У нас в деревне барыня объявилась. А и пора уж, советска-то власть сколько лет, как сухим листом осыпалась. Теперь мы душою к прошлому прикипаем, прыг за девятьсот семнадцатый и ну восхищаться: и жили лучше, и бабы моложе были. Цари, все как на подбор, за страну радели. И ихние родственники тоже. Все талантливы и красивы как Ален Делон. А принцессы наши? Какую не выдерни из грядки — образец милоты, целомудрия и патриотизьму. Слыхал, нынче самое первое дело — дворянский герб себе выправить? Ага. С этим просто, заплати и лети. У иного на энтот герб акромя маткиной козы да папашиной фрезы и сунуть нечего, а поди ж ты — князь Кривопыркин али граф Несуйрылов.

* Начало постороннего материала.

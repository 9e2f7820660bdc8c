//! `oddsboard report LOG`: the after-action report (Markdown) of a log;
//! `--charts DIR` also writes its charts as SVG files; `--all LOG…` scores
//! the closed tasks of many logs together (calibration only).

use super::CliResult;
use super::input::read_log_reporting;
use crate::report::{after_action, calibration_across, render_across_markdown, render_markdown};
use std::path::PathBuf;

#[derive(Debug, clap::Args)]
pub struct Args {
    /// The log to report on (with `--all`: every log to score).
    #[arg(required = true)]
    pub logs: Vec<PathBuf>,
    /// Score every closed task of all the logs together: Brier score with
    /// Murphy's decomposition and a reliability table with counts.
    #[arg(long, conflicts_with = "charts")]
    pub all: bool,
    /// The report's content as one JSON document instead of Markdown.
    #[arg(long)]
    pub json: bool,
    /// Also write the charts (worst odds per tier over time, reliability
    /// diagram) as SVG files into this directory.
    #[arg(long, value_name = "DIR")]
    pub charts: Option<PathBuf>,
}

pub fn run(args: Args) -> CliResult {
    if args.all {
        let mut reports = Vec::with_capacity(args.logs.len());
        for log in &args.logs {
            let (_, contents) = read_log_reporting(log)?;
            let name = log.display().to_string();
            reports.push(after_action(&contents.records, &name).map_err(|e| e.in_file(&name))?);
        }
        let c = calibration_across(&reports);
        if args.json {
            super::json::print_pretty(&c)?;
        } else {
            print!("{}", render_across_markdown(&c));
        }
        return Ok(());
    }
    let [log] = args.logs.as_slice() else {
        // A usage error (exit 2), worded by clap like the others.
        super::command()
            .error(
                clap::error::ErrorKind::TooManyValues,
                "report takes one log; give --all to score several together",
            )
            .exit();
    };
    let (_, contents) = read_log_reporting(log)?;
    let name = log.display().to_string();
    let data = after_action(&contents.records, &name).map_err(|e| e.in_file(&name))?;
    let charts = match &args.charts {
        Some(dir) => super::charts::write_charts(&data, dir)?,
        None => Vec::new(),
    };
    if args.json {
        super::json::print_pretty(&data)?;
        for (_, path) in &charts {
            eprintln!("chart written: {}", path.display());
        }
    } else {
        print!("{}", crate::clean::clean_lines(&render_markdown(&data)));
        if !charts.is_empty() {
            println!("\n## Charts\n");
            for (title, path) in &charts {
                println!("![{title}]({})\n", path.display());
            }
        }
    }
    Ok(())
}
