/// Renames columns (`{"source name": "new_name"}`), any column, before units apply.
pub fn apply_rename(frame: DataFrame, rename: &BTreeMap<String, String>) -> ServiceResult<DataFrame> {
    if rename.is_empty() {
        return Ok(frame);
    }
    let present: Vec<String> = frame.get_column_names().iter().map(|n| n.to_string()).collect();
    let mut names = present.clone();
    for (source, target) in rename {
        let Some(position) = present.iter().position(|n| n == source) else {
            return Err(ServiceError::new(
                ErrorKind::ColumnProblem,
                format!("rename names column `{source}`, which the table lacks"),
            )
            .with_help(format!("the table's columns are: {}", quoted_list(&present))));
        };
        if target.trim().is_empty() {
            return Err(ServiceError::invalid_params(format!(
                "rename gives column `{source}` an empty name"
            )));
        }
        names[position] = target.clone();
    }
    for (position, name) in names.iter().enumerate() {
        if let Some(other) = names[..position].iter().position(|n| n == name) {
            return Err(ServiceError::new(
                ErrorKind::ColumnProblem,
                format!(
                    "after rename two columns would be named `{name}` (`{}` and `{}`)",
                    present[other], present[position]
                ),
            )
            .with_help("rename one of them to another name, or rename the existing column away"));
        }
    }
    let mut frame = frame;
    frame
        .set_column_names(&names)
        .map_err(|e| ServiceError::new(ErrorKind::ColumnProblem, e.to_string()))?;
    Ok(frame)
}

fn quoted_list(names: &[String]) -> String {
    names.iter().map(|n| format!("`{n}`")).collect::<Vec<_>>().join(", ")
}

/// Writes a DataFrame to a file (the caller has checked the path).
pub fn write_file(frame: &DataFrame, path: &Path, format: FileFormat) -> ServiceResult<()> {
    let write_error = |e: &dyn std::fmt::Display| {
        ServiceError::new(ErrorKind::FileProblem, format!("cannot write {}: {e}", path.display()))
    };
    let mut file = File::create(path).map_err(|e| write_error(&e))?;
    write_into(frame, &mut file, format).map_err(|e| write_error(&e))?;
    file.sync_all().map_err(|e| write_error(&e))
}

/// Writes a DataFrame into an open file in `format` (the caller syncs and names it).
pub fn write_into(frame: &DataFrame, file: &mut File, format: FileFormat) -> PolarsResult<()> {
    let mut frame = frame.clone();
    match format {
        FileFormat::Csv => CsvWriter::new(file).include_header(true).finish(&mut frame),
        FileFormat::Parquet => ParquetWriter::new(file).finish(&mut frame).map(|_| ()),
        FileFormat::ArrowIpc => IpcWriter::new(file).finish(&mut frame),
    }
}
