/// The natural cubic spline through (x_i, y_i), x ascending, evaluated at `targets`
/// (within [x_0, x_last]). The second derivatives solve the tridiagonal system of
/// continuity of the first derivative with zero curvature at the ends (the Thomas
/// algorithm, stable here because the system is diagonally dominant).
pub(super) fn natural_spline(x: &[f64], y: &[f64], targets: impl Iterator<Item = f64>) -> Vec<f64> {
    let n = x.len();
    let mut second = vec![0.0; n];
    if n > 2 {
        let mut diagonal = vec![0.0; n];
        let mut rhs = vec![0.0; n];
        for i in 1..n - 1 {
            let h0 = x[i] - x[i - 1];
            let h1 = x[i + 1] - x[i];
            diagonal[i] = 2.0 * (h0 + h1);
            rhs[i] = 6.0 * ((y[i + 1] - y[i]) / h1 - (y[i] - y[i - 1]) / h0);
        }
        // Forward elimination: row i has sub-diagonal h_{i-1}, super-diagonal h_i.
        for i in 2..n - 1 {
            let h_sub = x[i] - x[i - 1];
            let factor = h_sub / diagonal[i - 1];
            diagonal[i] -= factor * h_sub;
            rhs[i] -= factor * rhs[i - 1];
        }
        for i in (1..n - 1).rev() {
            let h_super = x[i + 1] - x[i];
            let next = if i + 1 < n - 1 { second[i + 1] } else { 0.0 };
            second[i] = (rhs[i] - h_super * next) / diagonal[i];
        }
    }
    let mut segment = 0;
    targets
        .map(|t| {
            while segment + 2 < n && t > x[segment + 1] {
                segment += 1;
            }
            let (x0, x1) = (x[segment], x[segment + 1]);
            let h = x1 - x0;
            let a = (x1 - t) / h;
            let b = (t - x0) / h;
            a * y[segment]
                + b * y[segment + 1]
                + ((a * a * a - a) * second[segment] + (b * b * b - b) * second[segment + 1]) * h * h / 6.0
        })
        .collect()
}

/// Resamples each sweep's oscillation onto the grid and removes its mean.
pub(super) fn resample(prepared: &mut [Prepared], grid: &Grid) {
    for sweep in prepared.iter_mut() {
        let targets = (0..grid.points).map(|k| {
            grid.x(k)
                .clamp(sweep.inverse_field[0], *sweep.inverse_field.last().unwrap())
        });
        let mut values = natural_spline(&sweep.inverse_field, &sweep.oscillation, targets);
        let mean = values.iter().sum::<f64>() / values.len() as f64;
        for value in values.iter_mut() {
            *value -= mean;
        }
        sweep.grid_values = values;
    }
}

У нашей-то барыньки происхождение самое не спесивое — от горшка да поварешки. Так что из каких царьгороховых времен в ей эта Салтычиха выскочила, не скажу. А может и не в предках дело. Может навеяло. У нас тут за озером барская усадьба была. От нее нынче только название остановки на трассе осталось, да пара кирпичей на горке. Барин последний зверюга был, девок портил, мужиков порол. Самому вроде не положено, не крепостное право, он урядника вызывал, вину, какую придумает, возведет на мужика, и под порку. Сам и выпорет. Нравилось ему. Говорю ж, зверюга, садист. Так усадьбу евонную уже в феврале семнадцатого сожгли. И Великого Октября ждать не стали. Барину вилы в пузо, красного петуха за пазуху. Да говорят, ходит он по сю пору круг горки-то своей. Многие видали. Я, правда, сама не видала, врать не буду. Слыхала только. За малиной с мужем пошли, сели в кустах-то, в малиннике, вдруг ветер налетел и вроде воет что в ветре-то: «Ду-у-ушно... Ску-у-ушно...» Кому еще, акромя барина-то убиенного?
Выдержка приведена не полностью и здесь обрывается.